[Stored data]
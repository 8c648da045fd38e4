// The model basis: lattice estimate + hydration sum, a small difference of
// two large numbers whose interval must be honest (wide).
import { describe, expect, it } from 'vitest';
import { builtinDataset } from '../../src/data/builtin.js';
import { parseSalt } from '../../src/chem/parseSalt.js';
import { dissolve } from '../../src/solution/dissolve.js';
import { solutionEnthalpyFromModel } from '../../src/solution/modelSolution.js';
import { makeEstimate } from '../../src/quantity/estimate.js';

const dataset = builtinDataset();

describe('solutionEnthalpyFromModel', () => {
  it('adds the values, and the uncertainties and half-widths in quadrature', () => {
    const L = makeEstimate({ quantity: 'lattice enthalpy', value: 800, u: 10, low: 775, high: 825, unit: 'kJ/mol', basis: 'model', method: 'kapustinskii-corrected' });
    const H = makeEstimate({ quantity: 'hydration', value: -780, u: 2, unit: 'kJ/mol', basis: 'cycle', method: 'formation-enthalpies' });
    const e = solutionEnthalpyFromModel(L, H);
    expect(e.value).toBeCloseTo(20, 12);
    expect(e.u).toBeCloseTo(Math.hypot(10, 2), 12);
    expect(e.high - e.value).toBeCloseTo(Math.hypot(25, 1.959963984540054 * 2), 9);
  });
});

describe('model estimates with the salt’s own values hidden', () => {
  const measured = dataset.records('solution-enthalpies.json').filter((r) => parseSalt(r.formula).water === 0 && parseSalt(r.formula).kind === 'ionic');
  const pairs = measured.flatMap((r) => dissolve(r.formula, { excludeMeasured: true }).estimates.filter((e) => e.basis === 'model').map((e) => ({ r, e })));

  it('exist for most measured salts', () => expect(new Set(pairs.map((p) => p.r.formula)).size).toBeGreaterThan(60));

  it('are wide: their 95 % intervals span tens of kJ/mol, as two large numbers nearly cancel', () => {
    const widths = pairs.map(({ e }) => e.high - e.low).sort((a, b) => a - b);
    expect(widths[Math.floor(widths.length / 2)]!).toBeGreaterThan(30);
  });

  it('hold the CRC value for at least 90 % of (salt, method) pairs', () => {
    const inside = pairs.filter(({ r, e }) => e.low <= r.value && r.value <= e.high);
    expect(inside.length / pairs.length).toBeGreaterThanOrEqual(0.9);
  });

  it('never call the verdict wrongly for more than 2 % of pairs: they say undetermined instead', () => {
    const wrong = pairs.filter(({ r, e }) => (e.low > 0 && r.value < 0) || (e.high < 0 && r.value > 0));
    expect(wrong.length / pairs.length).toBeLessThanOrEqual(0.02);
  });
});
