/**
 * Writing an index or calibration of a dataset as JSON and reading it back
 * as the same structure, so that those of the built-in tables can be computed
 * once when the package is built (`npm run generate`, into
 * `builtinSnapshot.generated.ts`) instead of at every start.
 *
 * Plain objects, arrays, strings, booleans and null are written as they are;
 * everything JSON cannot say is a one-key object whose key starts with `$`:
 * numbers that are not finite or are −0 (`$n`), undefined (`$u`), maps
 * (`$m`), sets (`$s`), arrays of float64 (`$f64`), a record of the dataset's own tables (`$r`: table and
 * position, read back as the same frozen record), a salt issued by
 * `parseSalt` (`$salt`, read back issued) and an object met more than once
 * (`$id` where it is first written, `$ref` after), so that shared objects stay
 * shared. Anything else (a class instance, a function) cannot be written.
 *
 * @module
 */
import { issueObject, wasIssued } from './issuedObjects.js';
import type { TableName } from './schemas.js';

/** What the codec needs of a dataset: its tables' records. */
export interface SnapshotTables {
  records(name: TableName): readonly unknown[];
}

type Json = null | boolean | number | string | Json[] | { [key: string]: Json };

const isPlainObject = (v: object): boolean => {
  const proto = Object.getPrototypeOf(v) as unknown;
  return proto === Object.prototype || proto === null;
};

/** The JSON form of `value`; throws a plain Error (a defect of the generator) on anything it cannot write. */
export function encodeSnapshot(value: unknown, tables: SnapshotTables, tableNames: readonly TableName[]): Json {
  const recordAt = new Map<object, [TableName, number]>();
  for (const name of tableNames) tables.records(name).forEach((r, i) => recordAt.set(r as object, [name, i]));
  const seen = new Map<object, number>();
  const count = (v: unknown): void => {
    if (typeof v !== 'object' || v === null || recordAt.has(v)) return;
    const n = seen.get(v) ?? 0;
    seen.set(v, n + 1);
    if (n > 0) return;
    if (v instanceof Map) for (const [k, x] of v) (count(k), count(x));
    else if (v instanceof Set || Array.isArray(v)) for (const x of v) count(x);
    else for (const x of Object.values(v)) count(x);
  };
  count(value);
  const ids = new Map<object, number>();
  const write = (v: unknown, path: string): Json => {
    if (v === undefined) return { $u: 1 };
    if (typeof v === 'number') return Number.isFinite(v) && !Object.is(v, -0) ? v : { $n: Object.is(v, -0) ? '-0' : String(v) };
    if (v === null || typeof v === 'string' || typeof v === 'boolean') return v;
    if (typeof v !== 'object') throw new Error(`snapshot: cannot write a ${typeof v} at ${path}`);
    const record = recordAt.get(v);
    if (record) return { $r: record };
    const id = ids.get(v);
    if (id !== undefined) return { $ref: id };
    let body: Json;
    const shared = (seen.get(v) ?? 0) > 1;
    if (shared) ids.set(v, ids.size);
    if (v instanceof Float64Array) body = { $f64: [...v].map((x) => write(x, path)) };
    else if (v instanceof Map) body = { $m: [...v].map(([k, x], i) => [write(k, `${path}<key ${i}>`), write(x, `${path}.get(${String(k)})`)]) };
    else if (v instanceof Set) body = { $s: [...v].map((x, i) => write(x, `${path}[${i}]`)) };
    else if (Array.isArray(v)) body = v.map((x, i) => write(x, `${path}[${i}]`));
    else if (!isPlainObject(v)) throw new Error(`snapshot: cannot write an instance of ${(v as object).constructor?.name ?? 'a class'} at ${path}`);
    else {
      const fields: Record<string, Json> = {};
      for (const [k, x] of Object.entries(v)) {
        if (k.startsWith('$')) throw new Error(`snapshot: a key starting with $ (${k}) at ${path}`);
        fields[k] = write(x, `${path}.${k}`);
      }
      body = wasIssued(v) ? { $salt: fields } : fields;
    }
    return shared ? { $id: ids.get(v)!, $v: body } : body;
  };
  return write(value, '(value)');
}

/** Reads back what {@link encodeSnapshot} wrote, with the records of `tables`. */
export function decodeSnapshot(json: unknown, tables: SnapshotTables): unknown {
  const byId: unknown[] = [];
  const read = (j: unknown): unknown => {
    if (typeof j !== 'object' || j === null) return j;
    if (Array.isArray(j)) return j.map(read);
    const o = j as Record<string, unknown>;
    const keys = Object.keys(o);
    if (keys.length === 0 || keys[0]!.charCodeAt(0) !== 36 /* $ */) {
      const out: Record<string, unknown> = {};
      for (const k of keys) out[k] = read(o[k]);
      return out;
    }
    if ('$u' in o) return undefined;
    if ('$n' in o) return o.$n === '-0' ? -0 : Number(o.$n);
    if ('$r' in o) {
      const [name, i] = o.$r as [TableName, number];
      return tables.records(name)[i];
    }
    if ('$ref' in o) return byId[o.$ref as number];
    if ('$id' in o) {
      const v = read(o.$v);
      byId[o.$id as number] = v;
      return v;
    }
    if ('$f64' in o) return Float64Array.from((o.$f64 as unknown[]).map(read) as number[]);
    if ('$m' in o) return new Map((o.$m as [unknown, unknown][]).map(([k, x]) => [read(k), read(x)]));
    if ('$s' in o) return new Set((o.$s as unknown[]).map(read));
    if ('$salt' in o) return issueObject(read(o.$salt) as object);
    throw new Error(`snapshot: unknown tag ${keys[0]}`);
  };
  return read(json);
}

* [TASK]:
Your answer should be a single number: how many lines in the data above include "export"?

* [TASK OUTPUT]:
3